There is also a slight variation among the test supervisors performing the conventional
tests, shown in Table 8. The average difference was 5 ± 6 degrees of range of motion. This is
comparable of the results given by the study done by Jason Peeler (2008) who found a slightly
higher variation of 12 ± 6 degrees of range of motion. However, our tests examiners consisted of
one experienced physiotherapist and one sport biology student. Even though the student has a
high basic knowledge of anatomy and palpation, it cannot match the clinical experience and
knowledge of an educated physiotherapist. This does not change the fact that there is a variation
when measuring ranges of motion. When measuring joint range of motion in high-level athletes,
there should be a consistency to the results from practitioners.

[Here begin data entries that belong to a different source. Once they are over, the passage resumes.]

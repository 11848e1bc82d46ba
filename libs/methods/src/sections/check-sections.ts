import type { MethodSection } from '../method-section';

type Check = Pick<MethodSection, 'summary' | 'range' | 'limits'> & {
  readonly code: string;
  readonly sources?: readonly string[];
  readonly equations?: readonly string[];
  readonly symbols?: readonly (readonly [string, string])[];
  readonly page?: string;
};

/** What each check judges; its limits and their sources come from the solver’s own table and are shown with it. */
const AT_TRAPS: readonly Check[] = [
  {
    code: 'differential',
    summary: 'Inlet less back pressure. At or below nothing the trap cannot drain at all and its condensate backs up.',
    range: 'Every trap.',
    limits: ['A differential above nothing is no promise of enough capacity.'],
    sources: ['Definition'],
  },
  {
    code: 'capacity',
    summary:
      'What the trap model passes at that differential, against the sizing factor times the load of the case. Between the model’s points capacity is linear in the root of the differential, below the first it falls with the root to nothing, above the last it stays.',
    range: 'Traps with a model that has capacities; never also on the peak.',
    limits: [
      'Published capacities are for cold or for boiling condensate as the maker says; the table is taken as given.',
    ],
    sources: [
      'Flow through an orifice goes with the root of the differential',
      'Usual sizing factors: common practice',
    ],
  },
  {
    code: 'backPressureFraction',
    summary:
      'Gauge back pressure over gauge inlet pressure. A thermodynamic trap stays open above a certain share, and wants a least inlet pressure.',
    range: 'Thermodynamic traps by the limits below; other types by their model’s own limit.',
    limits: ['An inlet at or below the atmosphere fails, whatever the share.'],
  },
  {
    code: 'orificeRating',
    summary:
      'The greatest differential at which the trap’s mechanism still opens, against the setting of the safety valve less the atmosphere.',
    range: 'Traps with a model that gives it and a safety valve’s setting.',
    limits: ['A back pressure that always stands could be deducted, and is not: the return may be cold and empty.'],
    sources: ['ISO 6552, maximum differential pressure'],
  },
  {
    code: 'bodyRating',
    summary:
      'The body’s pressure and temperature rating against the setting of the safety valve and its boiling temperature.',
    range: 'Traps with a model that gives a rating and a safety valve’s setting.',
    limits: ['Pressure and temperature are judged each by itself, not on a joint curve.'],
    sources: ['Definition of a rating; pressure-equipment law governs'],
  },
  {
    code: 'stall',
    summary:
      'The share of load at which the steam space of a modulated exchanger falls to the back pressure. Below it nothing drives the condensate out: the exchanger floods, hammers and corrodes.',
    equations: ['φ_stall = (T_b − T_2)/(T_s − T_2)', 'φ_stall = LMTD(T_b)/LMTD(T_s)'],
    symbols: [['T_b', 'boiling temperature at the back pressure']],
    range:
      'Traps of modulating service; the first is for varying inlet, the second for varying flow. 0 where `T_b` is not above `T_2`.',
    limits: [
      'Constant coefficient of heat transfer, no subcooling in the exchanger.',
      'The back pressure is that of the case; it does not fall along the curve with this trap’s load.',
    ],
    sources: ['As for the steam space behind a control valve, above'],
    page: 'stall',
  },
];

const AT_PIPES: readonly Check[] = [
  {
    code: 'velocity',
    summary:
      'Velocity of the mixture at the downstream end, where it is greatest: erosion and noise. Liquid lines have a limit of their own.',
    range: 'Pipes that carry a flow.',
    limits: ['The mixture’s velocity is without slip; the liquid itself is slower.'],
  },
  {
    code: 'momentum',
    summary: 'Density times velocity squared of the mixture: what wears elbows.',
    equations: ['ρ_m v_m² = G v_m'],
    range: 'Pipes that carry a flow.',
    limits: ['The constant behind the limit is for clean fluids without solids.'],
  },
  {
    code: 'gradient',
    summary: 'Friction and flash over the length, fittings included: how hard the line is worked.',
    range: 'Pipes that carry a flow.',
    limits: ['A short pipe with many fittings may exceed it without harm.'],
  },
  {
    code: 'slug',
    summary:
      'The pattern at the downstream end is intermittent in a level run, or slug or churn in a rise: lumps of liquid thrown by the steam.',
    range: 'Where a map answers.',
    limits: ['Maps have broad boundaries.'],
    sources: ['Taitel & Dukler (1976); Mishima & Ishii (1984)'],
    page: 'flow-patterns',
  },
  {
    code: 'choked',
    summary:
      'The outlet stands at its critical pressure above the node: whatever happens downstream, no more passes without more pressure upstream.',
    range: 'Every pipe that carries flash steam.',
    limits: ['Equilibrium is assumed; a short pipe passes more.'],
    sources: ['As for choking, above'],
    page: 'acceleration-and-choking',
  },
  {
    code: 'dryBasis',
    summary:
      'The flash method is stretched here: flash steam in a rise, or a flow that would not stay stratified. Full-bore methods then give several times as much.',
    range: 'Networks that use flash vapour for friction.',
    limits: ['It says that the basis is left, not by how much: the bands do.'],
    sources: ['As for flash vapour and by flow pattern, above'],
    page: 'flash-vapour',
  },
  {
    code: 'uphillTwoPhase',
    summary:
      'Liquid and flash steam are to rise together. Below enough steam the liquid falls back, gathers and goes up in slugs.',
    range: 'Rises with flash steam.',
    limits: ['It names the place; the pattern says what it is like there.'],
    sources: ['Common practice: drain by gravity, or pump'],
  },
  {
    code: 'thermalShock',
    summary: 'Streams meet that differ in temperature: flash steam collapses in the colder one, which hammers.',
    range: 'Junctions of streams before they mix, a flashing trap into a full cold main included.',
    limits: ['The limit is this program’s own: how hard it hammers depends on the place.'],
    sources: ['This program’s own limit'],
  },
  {
    code: 'reversed',
    summary: 'The flow runs against the drawing’s arrow; where a check valve holds against it, it cannot run at all.',
    range: 'Every pipe.',
    limits: ['In a tree a wrong arrow is the usual cause; in a loop it may be the truth.'],
    sources: ['Definition'],
  },
  {
    code: 'checkValveShut',
    summary:
      'A check valve is held shut by the higher pressure beyond it: its pipe carries nothing, and what comes to it goes another way.',
    range: 'Pipes with a check valve where there is another way down.',
    limits: ['A valve that leaks or chatters is not thought of.'],
    sources: ['Definition'],
    page: 'loops',
  },
  {
    code: 'vesselCannotDrain',
    summary:
      'A flash vessel’s outlet needs more pressure at its start than the vessel holds: its liquid cannot leave, and goes out with the steam.',
    range: 'Every flash vessel.',
    limits: ['The level in the vessel is not counted as head.'],
    sources: ['Definition'],
  },
];

export const TRAP_CHECK_SECTIONS = AT_TRAPS.map(section);
export const PIPE_CHECK_SECTIONS = AT_PIPES.map(section);

/** Its fragment is `check-` and the code, which is how findings and limits point at it. */
function section({ code, page = 'checks', sources = [], ...check }: Check): MethodSection & { readonly code: string } {
  return {
    ...check,
    id: `check-${code}`,
    code,
    title: '',
    sources,
    checked: 'Specs beside the code of the checks.',
    page,
  };
}
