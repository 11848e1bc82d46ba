import { type Permission, PERMISSIONS, permissionsOf, type Role, ROLES } from '@riseback/contracts';

/** As heads of columns. */
export const PERMISSION_HEADS: Readonly<Record<Permission, string>> = {
  view: 'Read everything',
  draw: 'Draw, cases, library, revisions',
  readings: 'Gauges, readings',
  comment: 'Comment',
  sign: 'Return, sign',
  people: 'People, mails, log',
};

/** As parts of a sentence. */
const PERMISSION_WORDS: Readonly<Record<Permission, string>> = {
  view: 'reads everything',
  draw: 'draws networks, keeps cases and the trap library, submits revisions',
  readings: 'keeps gauges and takes readings',
  comment: 'comments',
  sign: 'returns or signs revisions, never one they edited or submitted themselves',
  people: 'invites people, changes their roles, reads the mails and the log of the site',
};

export function roleName(role: Role): string {
  return role.charAt(0).toUpperCase() + role.slice(1);
}

/** What a role may do at its site, in one sentence made of its permissions. */
export function roleMeaning(role: Role): string {
  const [first = '', ...others] = permissionsOf(role).map((permission) => PERMISSION_WORDS[permission]);
  return `${first.charAt(0).toUpperCase()}${first.slice(1)}${others.length > 0 ? `; ${others.join('; ')}` : ', changes nothing'}.`;
}

/** What somebody gains and loses when one role takes the place of another. */
export function roleChangeLines(from: Role, to: Role): string[] {
  const [had, has] = [permissionsOf(from), permissionsOf(to)];
  const gained = PERMISSIONS.filter((permission) => has.includes(permission) && !had.includes(permission));
  const lost = PERMISSIONS.filter((permission) => had.includes(permission) && !has.includes(permission));
  return [
    ...gained.map((permission) => `From now on: ${PERMISSION_WORDS[permission]}.`),
    ...lost.map((permission) => `No longer: ${PERMISSION_WORDS[permission]}.`),
  ];
}

export const ROLE_CHOICES = ROLES.map((role) => ({ value: role, words: roleName(role) }));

This would increase the efficacy
and the validity of the conventional tests.
16. 15
Conclusions
No correlation was found between the pure plane rotations and the internal/external rotations of
the stance hip during a closed kinetic chain movement. A significant correlation between
overhead reaches/standing ankle dorsiflexion and floor reaches/standing ankle dorsiflexion was
found, with the first mentioned getting higher values than the second. Backwards bending causes
a knee flexion in order to maintain body`s center of mass within the support surface. This flexion
forces an ankle dorsiflexion due to a closed kinetic chain movement. Although leg dominance
was not registered, it is hypothesized that it may alter the results. This points out the importance
of treating the human body as an integrated system, taking into consideration that during a
complex dynamic movement several joints are involved. The variability of the results by
applying conventional tests in order to evaluate the range of motion of the different joints
reduces the validity of these tests even more. In order to be able to capture and predict the quality
of a highly complicated movement pattern performed during a competitive sport, we should first
be able to apply a test battery of which the results are reproducible.However, further research is
necessary to draw any major conclusions. More subjects as well as registration of their dominant
limb is a needed for further analysis.